Collected data entries:

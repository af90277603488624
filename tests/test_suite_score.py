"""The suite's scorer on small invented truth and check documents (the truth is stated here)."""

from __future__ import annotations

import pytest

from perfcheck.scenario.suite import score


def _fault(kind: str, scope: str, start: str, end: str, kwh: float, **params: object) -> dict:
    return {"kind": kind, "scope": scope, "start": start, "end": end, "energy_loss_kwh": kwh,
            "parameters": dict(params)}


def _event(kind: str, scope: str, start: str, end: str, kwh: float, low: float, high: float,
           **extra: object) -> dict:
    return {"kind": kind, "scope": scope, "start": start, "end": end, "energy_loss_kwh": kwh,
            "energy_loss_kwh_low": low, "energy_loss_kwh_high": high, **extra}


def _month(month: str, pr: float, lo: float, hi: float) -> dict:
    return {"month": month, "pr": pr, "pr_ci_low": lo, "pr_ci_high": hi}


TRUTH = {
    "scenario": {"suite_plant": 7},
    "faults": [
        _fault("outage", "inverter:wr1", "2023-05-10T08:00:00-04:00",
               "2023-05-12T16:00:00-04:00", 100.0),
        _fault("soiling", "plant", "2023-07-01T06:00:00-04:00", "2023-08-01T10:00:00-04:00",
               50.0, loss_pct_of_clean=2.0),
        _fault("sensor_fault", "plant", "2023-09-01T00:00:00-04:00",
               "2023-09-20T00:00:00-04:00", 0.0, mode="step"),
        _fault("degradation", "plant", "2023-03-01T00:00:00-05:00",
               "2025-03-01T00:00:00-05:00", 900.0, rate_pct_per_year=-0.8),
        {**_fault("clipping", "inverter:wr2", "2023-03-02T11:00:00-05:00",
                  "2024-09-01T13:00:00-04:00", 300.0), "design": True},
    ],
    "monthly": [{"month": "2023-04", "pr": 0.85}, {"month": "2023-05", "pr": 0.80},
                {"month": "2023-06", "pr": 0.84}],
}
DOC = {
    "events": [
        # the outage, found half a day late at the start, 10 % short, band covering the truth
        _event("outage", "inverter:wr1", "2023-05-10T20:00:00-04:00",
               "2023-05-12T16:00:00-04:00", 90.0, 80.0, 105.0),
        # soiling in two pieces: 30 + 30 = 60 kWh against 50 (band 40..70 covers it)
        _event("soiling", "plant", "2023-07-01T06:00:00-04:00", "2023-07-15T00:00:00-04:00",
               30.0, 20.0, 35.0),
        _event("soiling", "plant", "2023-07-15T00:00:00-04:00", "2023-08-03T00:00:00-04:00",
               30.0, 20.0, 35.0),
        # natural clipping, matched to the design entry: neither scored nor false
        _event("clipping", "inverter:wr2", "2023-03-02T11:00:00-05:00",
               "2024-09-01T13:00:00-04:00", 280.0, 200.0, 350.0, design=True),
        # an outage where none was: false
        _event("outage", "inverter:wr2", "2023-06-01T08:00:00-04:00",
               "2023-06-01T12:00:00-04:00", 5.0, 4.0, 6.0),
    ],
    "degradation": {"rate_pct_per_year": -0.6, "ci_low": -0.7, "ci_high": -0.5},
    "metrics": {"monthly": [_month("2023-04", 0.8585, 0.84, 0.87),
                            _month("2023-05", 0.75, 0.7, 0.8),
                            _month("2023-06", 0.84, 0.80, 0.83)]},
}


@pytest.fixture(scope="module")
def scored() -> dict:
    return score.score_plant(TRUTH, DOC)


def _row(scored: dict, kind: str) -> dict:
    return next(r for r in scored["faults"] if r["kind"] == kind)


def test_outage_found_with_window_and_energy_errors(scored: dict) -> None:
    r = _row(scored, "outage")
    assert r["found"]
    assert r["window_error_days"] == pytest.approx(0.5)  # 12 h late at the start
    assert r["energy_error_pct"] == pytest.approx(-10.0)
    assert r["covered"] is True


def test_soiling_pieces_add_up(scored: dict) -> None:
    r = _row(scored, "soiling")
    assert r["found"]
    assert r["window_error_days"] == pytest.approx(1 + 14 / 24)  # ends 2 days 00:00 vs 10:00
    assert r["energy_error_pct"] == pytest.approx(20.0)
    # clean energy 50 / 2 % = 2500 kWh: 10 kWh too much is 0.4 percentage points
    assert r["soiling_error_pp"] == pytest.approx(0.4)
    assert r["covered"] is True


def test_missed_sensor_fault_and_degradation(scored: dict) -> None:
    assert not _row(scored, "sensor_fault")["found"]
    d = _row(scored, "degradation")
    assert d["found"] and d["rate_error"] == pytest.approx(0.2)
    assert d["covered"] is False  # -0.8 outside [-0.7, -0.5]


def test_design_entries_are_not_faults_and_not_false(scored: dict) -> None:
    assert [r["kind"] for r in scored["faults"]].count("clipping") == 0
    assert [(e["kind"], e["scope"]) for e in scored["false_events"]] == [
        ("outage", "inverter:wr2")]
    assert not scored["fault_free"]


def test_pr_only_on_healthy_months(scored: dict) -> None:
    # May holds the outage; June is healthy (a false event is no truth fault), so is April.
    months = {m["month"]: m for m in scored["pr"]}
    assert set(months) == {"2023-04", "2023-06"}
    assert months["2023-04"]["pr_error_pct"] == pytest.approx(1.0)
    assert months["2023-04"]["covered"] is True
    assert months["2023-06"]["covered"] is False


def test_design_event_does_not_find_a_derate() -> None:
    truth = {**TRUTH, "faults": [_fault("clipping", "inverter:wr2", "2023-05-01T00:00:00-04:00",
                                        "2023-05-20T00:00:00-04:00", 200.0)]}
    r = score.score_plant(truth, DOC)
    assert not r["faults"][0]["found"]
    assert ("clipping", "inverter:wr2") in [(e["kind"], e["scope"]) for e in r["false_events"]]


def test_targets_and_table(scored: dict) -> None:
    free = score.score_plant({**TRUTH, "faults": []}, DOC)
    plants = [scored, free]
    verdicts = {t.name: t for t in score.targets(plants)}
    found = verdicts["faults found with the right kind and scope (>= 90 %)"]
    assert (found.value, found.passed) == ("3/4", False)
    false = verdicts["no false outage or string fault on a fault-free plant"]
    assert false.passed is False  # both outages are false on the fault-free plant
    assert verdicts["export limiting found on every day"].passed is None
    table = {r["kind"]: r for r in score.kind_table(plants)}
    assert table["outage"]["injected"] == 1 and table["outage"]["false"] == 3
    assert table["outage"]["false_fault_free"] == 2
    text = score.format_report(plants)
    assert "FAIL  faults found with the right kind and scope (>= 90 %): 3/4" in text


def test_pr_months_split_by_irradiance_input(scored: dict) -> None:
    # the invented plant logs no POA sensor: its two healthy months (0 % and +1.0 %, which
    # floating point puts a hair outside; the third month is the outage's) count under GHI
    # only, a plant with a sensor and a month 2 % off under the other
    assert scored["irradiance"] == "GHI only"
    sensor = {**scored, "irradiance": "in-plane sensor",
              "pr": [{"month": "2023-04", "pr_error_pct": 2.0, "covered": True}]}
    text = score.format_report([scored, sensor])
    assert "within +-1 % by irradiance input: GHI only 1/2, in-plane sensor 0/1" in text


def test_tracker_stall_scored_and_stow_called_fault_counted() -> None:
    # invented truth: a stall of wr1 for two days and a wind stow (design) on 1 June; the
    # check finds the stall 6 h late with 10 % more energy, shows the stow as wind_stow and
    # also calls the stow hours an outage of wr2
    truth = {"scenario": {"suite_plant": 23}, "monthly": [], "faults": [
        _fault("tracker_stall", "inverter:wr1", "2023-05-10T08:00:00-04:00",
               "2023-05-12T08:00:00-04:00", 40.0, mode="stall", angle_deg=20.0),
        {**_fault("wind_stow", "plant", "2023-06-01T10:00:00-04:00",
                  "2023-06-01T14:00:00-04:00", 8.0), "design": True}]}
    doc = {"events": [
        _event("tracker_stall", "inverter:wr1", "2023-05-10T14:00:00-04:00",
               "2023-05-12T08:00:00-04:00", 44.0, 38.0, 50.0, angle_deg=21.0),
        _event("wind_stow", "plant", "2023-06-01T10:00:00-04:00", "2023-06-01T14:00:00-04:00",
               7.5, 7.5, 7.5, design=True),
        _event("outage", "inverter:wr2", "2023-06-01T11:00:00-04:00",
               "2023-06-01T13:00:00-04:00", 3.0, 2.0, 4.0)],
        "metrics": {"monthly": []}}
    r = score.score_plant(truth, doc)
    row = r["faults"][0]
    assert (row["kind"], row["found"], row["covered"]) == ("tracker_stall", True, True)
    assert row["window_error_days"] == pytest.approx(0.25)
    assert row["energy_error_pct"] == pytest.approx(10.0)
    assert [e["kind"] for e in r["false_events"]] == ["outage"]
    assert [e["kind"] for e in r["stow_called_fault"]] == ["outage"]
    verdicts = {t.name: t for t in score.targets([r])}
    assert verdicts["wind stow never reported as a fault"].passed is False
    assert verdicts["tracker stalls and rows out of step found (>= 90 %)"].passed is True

> _Exercise requirements_
The line above containing "def test_pr_months_split_by_irradiance_input(scored: dict)", the line containing "# only, a plant", and every line between them are to be transcribed exactly; no other line is wanted.

> _Solution below_
def test_pr_months_split_by_irradiance_input(scored: dict) -> None:
    # the invented plant logs no POA sensor: its two healthy months (0 % and +1.0 %, which
    # floating point puts a hair outside; the third month is the outage's) count under GHI
    # only, a plant with a sensor and a month 2 % off under the other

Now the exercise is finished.